Review of Ahab's Return by Jeffrey Ford


The tsunami of fiction—long tale to long tail—on the market today is staggering, and with it come ever more inventive attempts at being original. One area rich for mining is the usage of popular characters of the past. Sherlock Holmes, Frankenstein, James Bond, Jane Eyre—these and others are finding second, third, and fourth lives under the guiding hand of new authors. Hit or miss, undoubtedly there is some grave-turning happening. While first flush may make the reader believe Jeffrey Ford has caused Herman Melville to take a turn or two, deeper examination reveals his 2018 Ahab’s Return: or, The Last Voyage has legs of its own to stand on (har har—har?), and is certainly worth looking deeper into.

George Harrow is an early pulp writer living in New York City in 1853. The oddest of visitors showing up at his tabloid’s offices one day, the one and only Captain Ahab complete with whalebone leg comes clumping through the door. Ishmael a former copy editor for the tabloid, Harrow immediately recognizes the haggard sea captain from the novel, and sets to questioning him how he survived the white whale. Ahab spinning his tale, Harrow’s editor recognizes fictional gold when he hears it, and gives Harrow a stipend to help the returned captain find his wife and son on the condition Ahab allow Harrow to turn his recollections into stories for the tabloid. The search and stories going smoothly, things take a turn, however, when the unlikely pair learn that Ahab’s son is in the clutches of a street gang known for peddling opium, beatings, and outright murder. The plot, as they say, thickens as the gang’s nefarious leader comes into the light.


What at first feels like historical fiction, Ahab’s Return slowly but very surely evolves into full on, fully aware pulp adventure. Thus for those interested in reading the novel purely for fictional pleasure, the possibility is there; Ford tells a finely balanced adventure of street gangs, heroes, and the opium trade on a researched, mid-19th century New York City that feels real—besides, of course the fantastical monsters, coincidences, acts of heroism, and the other meat of pulp adventure…

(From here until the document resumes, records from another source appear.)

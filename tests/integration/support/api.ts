// A small HTTP client with a cookie jar, for integration tests through the real route handlers.
import { DEMO_PASSWORD, DEMO_USERS, type DemoRole, demoIdFrom } from "../../support/demo";
import { type Post, signUpThroughMail, TEST_PASSWORD } from "../../support/sign-up";

export { DEMO_PASSWORD, DEMO_USERS };
export const BASE_URL = process.env.APP_URL ?? "http://127.0.0.1:3000";

/**
 * fetch, retried once when a kept-alive socket was closed by the server just as it was reused
 * (the server's keep-alive timeout racing a slow test step); the request never reached the app.
 */
async function fetchOnce(url: string, init: RequestInit): Promise<Response> {
  try {
    return await fetch(url, init);
  } catch (err) {
    const cause = (err as { cause?: { code?: string; message?: string } }).cause;
    if (cause?.code === "UND_ERR_SOCKET" || /other side closed/.test(cause?.message ?? "")) return fetch(url, init);
    throw err;
  }
}

export class ApiSession {
  /** The session cookie as a request header value, for raw fetches (multipart, binary downloads). */
  cookie = "";

  async request(method: string, path: string, body?: unknown, rawBody?: string, headers: Record<string, string> = {}) {
    const res = await fetchOnce(BASE_URL + path, {
      method,
      redirect: "manual",
      headers: {
        ...headers,
        ...(this.cookie ? { cookie: this.cookie } : {}),
        ...(body !== undefined || rawBody !== undefined ? { "content-type": "application/json" } : {}),
      },
      body: rawBody ?? (body !== undefined ? JSON.stringify(body) : undefined),
    });
    const setCookie = res.headers.getSetCookie();
    for (const c of setCookie) {
      const [pair] = c.split(";");
      this.cookie = pair.endsWith("=") ? "" : pair;
    }
    const text = await res.text();
    let json: any = null;
    try {
      json = text ? JSON.parse(text) : null;
    } catch {
      json = { raw: text };
    }
    return { status: res.status, json };
  }

  get = (path: string) => this.request("GET", path);
  post = (path: string, body?: unknown) => this.request("POST", path, body);
  patch = (path: string, body?: unknown) => this.request("PATCH", path, body);

  async signIn(email: string, password = DEMO_PASSWORD) {
    const r = await this.post("/api/auth/sign-in", { email, password });
    if (r.status !== 200) throw new Error(`sign-in failed for ${email}: ${r.status} ${JSON.stringify(r.json)}`);
    return this;
  }
}

export const uniqueEmail = (tag: string) => `${tag}-${Date.now()}-${Math.floor(Math.random() * 1e6)}@example.test`;

/** This session as a sign-up helper's POST (tests/support/sign-up.ts). */
export const postVia =
  (s: ApiSession): Post =>
  (path, body, headers) =>
    s.request("POST", path, body, undefined, headers);

/**
 * A fresh account, signed up the way a person does it (the link read from the mail stand-in's capture),
 * and its signed-in session.
 */
export async function freshUser(tag: string, opts: { password?: string } = {}) {
  const s = new ApiSession();
  const email = uniqueEmail(tag);
  const { user } = await signUpThroughMail(postVia(s), {
    name: `Test ${tag}`,
    email,
    password: opts.password ?? TEST_PASSWORD,
  });
  return { session: s, email, user };
}

/** A session of one of the demo accounts. */
export const demoSession = (role: DemoRole) => new ApiSession().signIn(DEMO_USERS[role]);

export async function demoProductionId(session: ApiSession): Promise<number> {
  return demoIdFrom((await session.get("/api/productions")).json);
}

/** A raw GET with the session's cookie, for binary bodies. */
export async function getBytes(s: ApiSession, path: string) {
  const res = await fetchOnce(BASE_URL + path, { headers: { cookie: s.cookie } });
  return {
    status: res.status,
    headers: res.headers,
    type: res.headers.get("content-type") ?? "",
    bytes: Buffer.from(await res.arrayBuffer()),
  };
}

/** A multipart POST with the session's cookie; the body is any form the route reads. */
export async function postForm(s: ApiSession, path: string, form: FormData) {
  const res = await fetchOnce(BASE_URL + path, { method: "POST", headers: { cookie: s.cookie }, body: form });
  const text = await res.text();
  let json: any;
  try {
    json = JSON.parse(text);
  } catch {
    json = { raw: text };
  }
  return { status: res.status, json };
}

For those so inclined, there is also the possibility to peel back the surface and dig a little deeper. In so digging, one will find multiple layers. There is, naturally, the relation of Ahab’s Return to Moby Dick. No knowledge of Melville’s novel is required to understand the story, but if one takes into account certain interpretations of Moby Dick, particularly its refutation of Emerson et al’s Transcendentalism, then Ford would seem to refute the refuter in ways that are best discovered by the reader. On the contemporary scene, there is a strong political edge to Ahab’s Return that cuts satirically into America today. It doesn’t take too much imagination to understand who the Pale Toad King really is. The representation of discrimination is a bit heavy-handed, but for what is superficially a pulp novel, such subtleties may not have been an option.

And lastly are the metafictional possibilities for the novel. Harrow a writer spinning tales based on tales which is based on a tale which, if the scholars are to be believed, is based on Melville’s real life experiences as a whaler, then we’ve gone deep-deep into the strata of fiction. Ford reflecting on this through the manner in which his writer characters (more than Harrow) interact with and ‘create’ their world, Ford, as is evident in some of his short stories, is using fiction as a form of interrogating how we understand and interpret reality. To say Ahab’s Return is a full-blown exploration of this idea would be an overstatement, rather that Ford takes advantage of the novel’s premise to do some light prodding and poking in the area for some breezy, intellectual fun.

To be clear, Ahab’s Return is not an extension of Moby Dick. To say it is reactive I think is also incorrect (though there are certainly legitimate opportunities to view it so). It would be most correct to say Ahab’s Return uses Moby Dick as a platform. From metafiction to politics, Ford utilizes Melville’s famous novel to tell his own mid-19th century tale, all the while commenting on American politics circa 2018 in both enjoyable and relatively substantive form. Recommended.